##### Record set #####

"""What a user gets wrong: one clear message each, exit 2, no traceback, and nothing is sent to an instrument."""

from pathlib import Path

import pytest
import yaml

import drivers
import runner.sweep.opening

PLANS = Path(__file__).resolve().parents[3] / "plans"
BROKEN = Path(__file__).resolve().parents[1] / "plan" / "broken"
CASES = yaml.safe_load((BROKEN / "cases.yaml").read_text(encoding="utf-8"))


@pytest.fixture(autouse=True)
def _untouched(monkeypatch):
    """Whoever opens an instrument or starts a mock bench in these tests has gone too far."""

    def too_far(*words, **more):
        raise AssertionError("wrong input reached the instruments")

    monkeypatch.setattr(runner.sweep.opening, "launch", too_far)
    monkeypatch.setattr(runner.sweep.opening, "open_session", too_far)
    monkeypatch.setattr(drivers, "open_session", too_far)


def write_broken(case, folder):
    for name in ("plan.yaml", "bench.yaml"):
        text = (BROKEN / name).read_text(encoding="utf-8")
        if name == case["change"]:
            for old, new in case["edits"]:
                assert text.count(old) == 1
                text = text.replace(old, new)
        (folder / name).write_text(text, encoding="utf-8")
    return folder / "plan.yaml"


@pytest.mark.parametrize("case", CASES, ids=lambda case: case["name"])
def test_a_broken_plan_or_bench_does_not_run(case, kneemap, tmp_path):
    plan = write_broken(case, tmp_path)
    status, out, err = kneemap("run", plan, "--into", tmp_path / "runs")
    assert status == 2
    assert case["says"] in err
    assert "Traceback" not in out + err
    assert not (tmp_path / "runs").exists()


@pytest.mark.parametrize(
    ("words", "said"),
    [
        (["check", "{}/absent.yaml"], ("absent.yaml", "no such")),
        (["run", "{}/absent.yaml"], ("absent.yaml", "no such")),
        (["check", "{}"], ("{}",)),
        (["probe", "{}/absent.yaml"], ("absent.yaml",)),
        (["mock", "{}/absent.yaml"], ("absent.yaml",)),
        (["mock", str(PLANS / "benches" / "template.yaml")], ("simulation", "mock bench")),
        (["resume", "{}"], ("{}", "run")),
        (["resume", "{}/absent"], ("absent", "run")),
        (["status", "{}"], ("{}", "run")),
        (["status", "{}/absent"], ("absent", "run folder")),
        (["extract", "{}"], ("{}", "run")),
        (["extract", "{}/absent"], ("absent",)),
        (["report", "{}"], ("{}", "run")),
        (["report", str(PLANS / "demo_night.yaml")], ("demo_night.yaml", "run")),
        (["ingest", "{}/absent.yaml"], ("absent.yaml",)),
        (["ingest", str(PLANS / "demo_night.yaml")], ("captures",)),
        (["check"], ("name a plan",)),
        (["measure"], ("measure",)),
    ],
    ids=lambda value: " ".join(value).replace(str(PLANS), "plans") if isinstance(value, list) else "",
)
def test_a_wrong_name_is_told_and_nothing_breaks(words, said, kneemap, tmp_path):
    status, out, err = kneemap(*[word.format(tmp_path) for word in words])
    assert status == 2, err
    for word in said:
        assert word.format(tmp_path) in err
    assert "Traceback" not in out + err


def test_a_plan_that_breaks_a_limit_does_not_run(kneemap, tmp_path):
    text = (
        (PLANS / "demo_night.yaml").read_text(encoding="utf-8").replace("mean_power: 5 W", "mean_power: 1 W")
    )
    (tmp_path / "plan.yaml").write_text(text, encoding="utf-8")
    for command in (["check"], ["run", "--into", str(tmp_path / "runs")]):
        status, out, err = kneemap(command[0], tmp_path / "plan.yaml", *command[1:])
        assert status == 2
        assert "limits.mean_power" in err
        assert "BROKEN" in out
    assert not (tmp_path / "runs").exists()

#####
##### Record set #####

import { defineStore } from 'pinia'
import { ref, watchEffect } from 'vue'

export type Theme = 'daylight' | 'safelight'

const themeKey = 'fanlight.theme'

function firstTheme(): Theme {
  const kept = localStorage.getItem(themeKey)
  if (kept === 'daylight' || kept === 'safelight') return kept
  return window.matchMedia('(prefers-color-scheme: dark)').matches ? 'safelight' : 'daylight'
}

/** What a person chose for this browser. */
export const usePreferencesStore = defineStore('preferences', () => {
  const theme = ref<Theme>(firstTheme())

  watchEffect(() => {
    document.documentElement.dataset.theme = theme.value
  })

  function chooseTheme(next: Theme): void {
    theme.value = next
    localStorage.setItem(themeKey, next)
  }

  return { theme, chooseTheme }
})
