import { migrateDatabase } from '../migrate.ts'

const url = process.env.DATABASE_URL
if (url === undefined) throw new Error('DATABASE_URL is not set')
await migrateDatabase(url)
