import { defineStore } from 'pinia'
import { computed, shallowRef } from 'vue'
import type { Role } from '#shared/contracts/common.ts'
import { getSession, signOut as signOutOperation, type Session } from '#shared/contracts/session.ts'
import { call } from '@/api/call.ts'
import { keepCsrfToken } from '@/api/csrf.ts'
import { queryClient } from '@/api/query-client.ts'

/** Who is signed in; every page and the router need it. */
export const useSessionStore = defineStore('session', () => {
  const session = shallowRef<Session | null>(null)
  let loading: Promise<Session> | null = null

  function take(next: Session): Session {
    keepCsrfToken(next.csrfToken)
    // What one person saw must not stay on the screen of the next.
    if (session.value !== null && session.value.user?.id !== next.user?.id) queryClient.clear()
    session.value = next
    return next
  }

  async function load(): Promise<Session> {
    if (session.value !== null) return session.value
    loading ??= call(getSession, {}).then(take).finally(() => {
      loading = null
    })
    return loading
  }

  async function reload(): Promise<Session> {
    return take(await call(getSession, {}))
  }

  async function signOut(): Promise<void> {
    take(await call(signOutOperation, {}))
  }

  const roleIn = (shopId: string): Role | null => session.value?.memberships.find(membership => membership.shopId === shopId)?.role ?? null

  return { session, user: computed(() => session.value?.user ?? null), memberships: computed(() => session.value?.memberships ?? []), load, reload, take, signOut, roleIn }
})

#####
##### Record set #####

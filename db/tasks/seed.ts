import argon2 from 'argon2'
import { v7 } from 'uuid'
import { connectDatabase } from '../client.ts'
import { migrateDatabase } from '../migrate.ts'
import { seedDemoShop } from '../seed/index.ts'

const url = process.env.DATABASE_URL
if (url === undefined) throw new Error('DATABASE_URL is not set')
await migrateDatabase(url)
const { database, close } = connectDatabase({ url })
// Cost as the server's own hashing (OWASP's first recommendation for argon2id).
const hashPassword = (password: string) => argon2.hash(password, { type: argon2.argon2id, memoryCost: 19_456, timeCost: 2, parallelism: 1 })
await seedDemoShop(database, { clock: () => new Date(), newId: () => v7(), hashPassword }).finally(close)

#####

## The problem
For this exercise, output exactly the lines above from the line with "a user gets" to the line with "import runner.sweep.opening", counting both, and leave out the rest.

## Solution below
"""What a user gets wrong: one clear message each, exit 2, no traceback, and nothing is sent to an instrument."""

from pathlib import Path

import pytest
import yaml

import drivers
import runner.sweep.opening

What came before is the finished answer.